Cereals, and maize especially, account for 80% of the human consumption and are considered a staple food in Africa. Numerous pests may cause damages to these crops and management strategies are developed in order to limit yield losses. Busseola fusca (Fuller) (Lepidoptera: Noctuidae) is one of the major pests of Maize and Sorghum in sub-Saharan Africa. At the time of this project, Bt Maize was supposed to be released soon in Kenya (2014). At the same time, Busseola fusca has developed a resistance against Bt maize in 2006 in South Africa. As a consequence, gene flow studies provide valuable information on this species in order to determine which factors may be involved in the development of this resistance. The main strategy to delay the development of the resistance in insect populations is the High Dose/Refuge strategy.
Our work had two goals. First, we aimed to characterize flight capacity of males with or without pheromone, mated and unmated females of B. fusca using tethered flight experiment. Secondly, we tested whether there could be a preferential mating between relatives as compared to non-relative mates.
Insect nutrition...
...in relation to their immune system
In 2009, under the supervision of Fleur Ponton and Steve Simpson, I undertook a research project on the impact of protein and carbohydrate ratio and concentration on the maintenance of the immune system in the flour beetle, Tenebrio molitor.
...for human consumption
In 2012, as part of my master in Geography, I spent six months working with Frederic Marion-Poll (INRA) and Antoine Hubert (Ynsect) on the first steps of the elaboration of a diet for insects for animal and human consumption.
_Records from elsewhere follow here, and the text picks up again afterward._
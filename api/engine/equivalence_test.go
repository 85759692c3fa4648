package engine_test

import (
	"context"
	"encoding/json"
	"errors"
	"fmt"
	"math/rand/v2"
	"strings"
	"testing"
	"time"

	"github.com/deadspace-fhir/deadspace/api/engine"
	"github.com/deadspace-fhir/deadspace/api/engine/enginetest"
	"github.com/deadspace-fhir/deadspace/api/store/boltstore"
	"github.com/deadspace-fhir/deadspace/derive"
	"github.com/deadspace-fhir/deadspace/fhir/bulk"
	"github.com/deadspace-fhir/deadspace/fhir/decode"
	"github.com/deadspace-fhir/deadspace/fhir/encode"
)

func obsOf(subject, id, version, status, code, unit string, v float64, at, updated time.Time) json.RawMessage {
	return json.RawMessage(fmt.Sprintf(`{"resourceType":"Observation","id":"%s","meta":{"versionId":"%s","lastUpdated":"%s"},"status":"%s",`+
		`"code":{"coding":[{"system":"http://loinc.org","code":"%s"}]},"subject":{"reference":"%s"},"effectiveDateTime":"%s",`+
		`"valueQuantity":{"value":%g,"unit":"%s","system":"http://unitsofmeasure.org","code":"%s"}}`,
		id, version, updated.UTC().Format(time.RFC3339Nano), status, code, subject, at.UTC().Format(time.RFC3339), v, unit, unit))
}

// equivalenceStream is three patients' night: end-tidal CO2 every minute
// (one patient's falling), three blood gases each, and corrections: an
// amended blood gas, a withdrawn one, a blood gas re-filed to another
// patient, an amended reading, with versions differing only in
// nanoseconds and in version ids past 64 bits. The values are arbitrary:
// the test compares two code paths, not clinical results.
func equivalenceStream(base time.Time) []json.RawMessage {
	var out []json.RawMessage
	up := func(at time.Time) time.Time { return at.Add(5 * time.Minute) }
	for p := 1; p <= 3; p++ {
		subj := fmt.Sprintf("Patient/eq%d", p)
		for m := range 180 {
			at := base.Add(time.Duration(m) * time.Minute)
			v := 36 + float64(m%5)/2
			if p == 2 && m >= 120 {
				v = 24 + float64(m%3)/2
			}
			out = append(out, obsOf(subj, fmt.Sprintf("eq%d-et%d", p, m), "1", "final", "19891-1", "mm[Hg]", v, at, up(at)))
		}
		for g, m := range []int{30, 90, 150} {
			at := base.Add(time.Duration(m) * time.Minute)
			out = append(out, obsOf(subj, fmt.Sprintf("eq%d-gas%d", p, g), "1", "final", "2019-8", "mm[Hg]", 44+float64(g), at, up(at)))
		}
	}
	at := func(m int) time.Time { return base.Add(time.Duration(m) * time.Minute) }
	out = append(out,
		// Two amendments one nanosecond apart: the later time wins, though
		// its version id is the smaller (a millisecond clock would pick
		// the other).
		obsOf("Patient/eq1", "eq1-gas1", "3", "amended", "2019-8", "mm[Hg]", 50, at(90), up(at(90)).Add(time.Hour)),
		obsOf("Patient/eq1", "eq1-gas1", "2", "amended", "2019-8", "mm[Hg]", 51, at(90), up(at(90)).Add(time.Hour+time.Nanosecond)),
		// Withdrawn.
		obsOf("Patient/eq2", "eq2-gas0", "2", "entered-in-error", "2019-8", "mm[Hg]", 44, at(30), up(at(30)).Add(time.Hour)),
		// Re-filed to another patient.
		obsOf("Patient/eq1", "eq3-gas2", "2", "amended", "2019-8", "mm[Hg]", 47, at(150), up(at(150)).Add(time.Hour)),
		// Equal times: the version id past 64 bits is the newer.
		obsOf("Patient/eq1", "eq1-et30", "18446744073709551616", "amended", "19891-1", "mm[Hg]", 30, at(30), up(at(30)).Add(time.Hour)),
		obsOf("Patient/eq1", "eq1-et30", "18446744073709551615", "amended", "19891-1", "mm[Hg]", 31, at(30), up(at(30)).Add(time.Hour)),
	)
	return out
}

type derivedValue struct {
	key   string
	value float64
}

func valuesOfObservations(t *testing.T, raws []json.RawMessage) map[string]derivedValue {
	t.Helper()
	opts := encode.DefaultOptions()
	out := map[string]derivedValue{}
	for _, raw := range raws {
		var o struct {
			Status        string
			Identifier    []struct{ System, Value string }
			ValueQuantity *struct{ Value float64 }
		}
		if err := json.Unmarshal(raw, &o); err != nil {
			t.Fatal(err)
		}
		if o.Status == "entered-in-error" {
			continue
		}
		var series string
		var v derivedValue
		for _, id := range o.Identifier {
			switch id.System {
			case opts.IdentifierSystem:
				v.key = id.Value
			case opts.SeriesSystem:
				series = id.Value
			}
		}
		if o.ValueQuantity != nil {
			v.value = o.ValueQuantity.Value
		}
		if _, dup := out[series]; dup {
			t.Fatalf("series %s twice", series)
		}
		out[series] = v
	}
	return out
}

// deletionLine is a transaction Bundle of DELETE entries, as a bulk
// export's deleted file or a forwarded history has them, each deleted at
// at (response.lastModified).
func deletionLine(at time.Time, refs ...string) json.RawMessage {
	var entries []string
	for _, r := range refs {
		entries = append(entries, fmt.Sprintf(`{"request":{"method":"DELETE","url":"%s"},"response":{"status":"204","lastModified":"%s"}}`,
			r, at.UTC().Format(time.RFC3339Nano)))
	}
	return json.RawMessage(`{"resourceType":"Bundle","type":"transaction","entry":[` + strings.Join(entries, ",") + `]}`)
}

// equivalenceDeletions are deletions of the night's resources, each with
// its time: a blood gas deleted after its last version, an end-tidal
// reading paired with another gas, the re-filed blood gas (withdrawn under
// the patient it was re-filed to), a blood gas written again after it was
// deleted (the new version stands), one deleted at the instant of its only
// version (the version id decides: a deletion has none), a resource the
// stream never carries and a Patient (nothing to do).
func equivalenceDeletions(base time.Time) []json.RawMessage {
	at := func(m int) time.Time { return base.Add(time.Duration(m) * time.Minute) }
	up := func(at time.Time) time.Time { return at.Add(5 * time.Minute) }
	return []json.RawMessage{
		deletionLine(at(200), "Observation/eq1-gas0", "Observation/eq2-et91"),
		deletionLine(at(230), "https://ehr.example/fhir/Observation/eq3-gas2/_history/2"),
		deletionLine(at(100), "Observation/eq3-gas1"),
		obsOf("Patient/eq3", "eq3-gas1", "2", "amended", "2019-8", "mm[Hg]", 49, at(90), at(110)),
		deletionLine(up(at(150)), "Observation/eq2-gas2"),
		deletionLine(at(60), "Observation/eq-never-sent", "Patient/eq3"),
	}
}

// splitDeletions reads the Bundles of DELETE entries among resources as
// backfill reads them (bulk.ParseDeletions), adds their deletions to
// pending, and returns the other resources.
func splitDeletions(t *testing.T, resources []json.RawMessage, pending *[]engine.Deletion) (rest []json.RawMessage) {
	t.Helper()
	for _, raw := range resources {
		ds, err := bulk.ParseDeletions(raw)
		if errors.Is(err, bulk.ErrNotDeletions) {
			rest = append(rest, raw)
			continue
		}
		if err != nil {
			t.Fatal(err)
		}
		for _, d := range ds {
			*pending = append(*pending, engine.Deletion{Ref: d.Ref(), At: d.At, How: "a test's Bundle of DELETE entries lists it"})
		}
	}
	return rest
}

// TestReplayAndLiveAgree feeds one shuffled stream, with duplicates,
// corrections and deletions, to replay's path (Compute) and to the live
// engine in chunks (evaluating after each), and requires the same values
// with the same identifiers: one version order and one pipeline.
func TestReplayAndLiveAgree(t *testing.T) {
	base := time.Date(2026, 1, 10, 0, 0, 0, 0, time.UTC)
	for _, tc := range []struct {
		name   string
		stream []json.RawMessage
	}{
		{"corrections", equivalenceStream(base)},
		{"corrections and deletions", append(equivalenceStream(base), equivalenceDeletions(base)...)},
	} {
		t.Run(tc.name, func(t *testing.T) {
			stream := tc.stream
			rng := rand.New(rand.NewPCG(9, 9))
			for i := range len(stream) / 10 {
				stream = append(stream, stream[i*7%len(stream)])
			}
			rng.Shuffle(len(stream), func(i, j int) { stream[i], stream[j] = stream[j], stream[i] })

			st := enginetest.OpenStore(t, boltstore.Options{NoSync: true})
			enc := enginetest.Encoder(t)
			eng, err := engine.New(engine.Config{
				Store: st, Decoder: decode.New(decode.Options{}), Encoder: enc, Derive: derive.DefaultConfig(),
				Now: func() time.Time { return base.Add(4 * time.Hour) },
			})
			if err != nil {
				t.Fatal(err)
			}
			ctx := context.Background()
			var pending []engine.Deletion
			var applied engine.DeletionReceipt
			for from := 0; from < len(stream); from += 37 {
				resources := splitDeletions(t, stream[from:min(from+37, len(stream))], &pending)
				if len(resources) > 0 {
					if _, err := eng.Ingest(ctx, "test", resources); err != nil {
						t.Fatal(err)
					}
				}
				// The deletions go to the live service's path (as
				// backfill hands them over). One of a resource the
				// store does not hold yet does nothing: it is applied
				// again after the next chunk (a server that sends its
				// history again), so that the shuffled order cannot put
				// a deletion for ever before what it deletes.
				var still []engine.Deletion
				for _, d := range pending {
					rec, err := eng.Deleted(ctx, []engine.Deletion{d})
					if err != nil {
						t.Fatal(err)
					}
					if rec.NotHeld > 0 {
						still = append(still, d)
					}
					applied.Applied += rec.Applied
					applied.Older += rec.Older
				}
				pending = still
				if err := eng.EvaluateNow(ctx); err != nil {
					t.Fatal(err)
				}
			}
			if strings.Contains(tc.name, "deletions") && (applied.Applied == 0 || applied.Older == 0 || len(pending) == 0) {
				t.Fatalf("the live engine applied %d deletions, found %d older and %d never held: the stream should give each", applied.Applied, applied.Older, len(pending))
			}
			n := sameAsReplay(t, eng, stream, base, []string{"Patient/eq1", "Patient/eq2", "Patient/eq3"}, 0)
			if n < 10 {
				t.Fatalf("replay derived only %d values; the stream should give more", n)
			}
			t.Logf("%d values agree", n)
		})
	}
}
The increase in human population will have to be followed with an increase in the agriculture production in the second half of the XXIst century. We will need to look for alternatives to our actual food production models. Insects are a common food source in many countries and have biological and nutritive characteristics that are extremely interesting. As a result, considering insect protein as an alternate food or feed sources has a great potential for the future of agriculture. However, the diet given to the insects should be carefully chosen to avoid creating usage conflicts by using products already consumed by human and animal. I worked on identifying, locating and quantifying industry and restaurant wastes and to start feeding trials using those wastes as a diet for Tenebrio molitor larvae.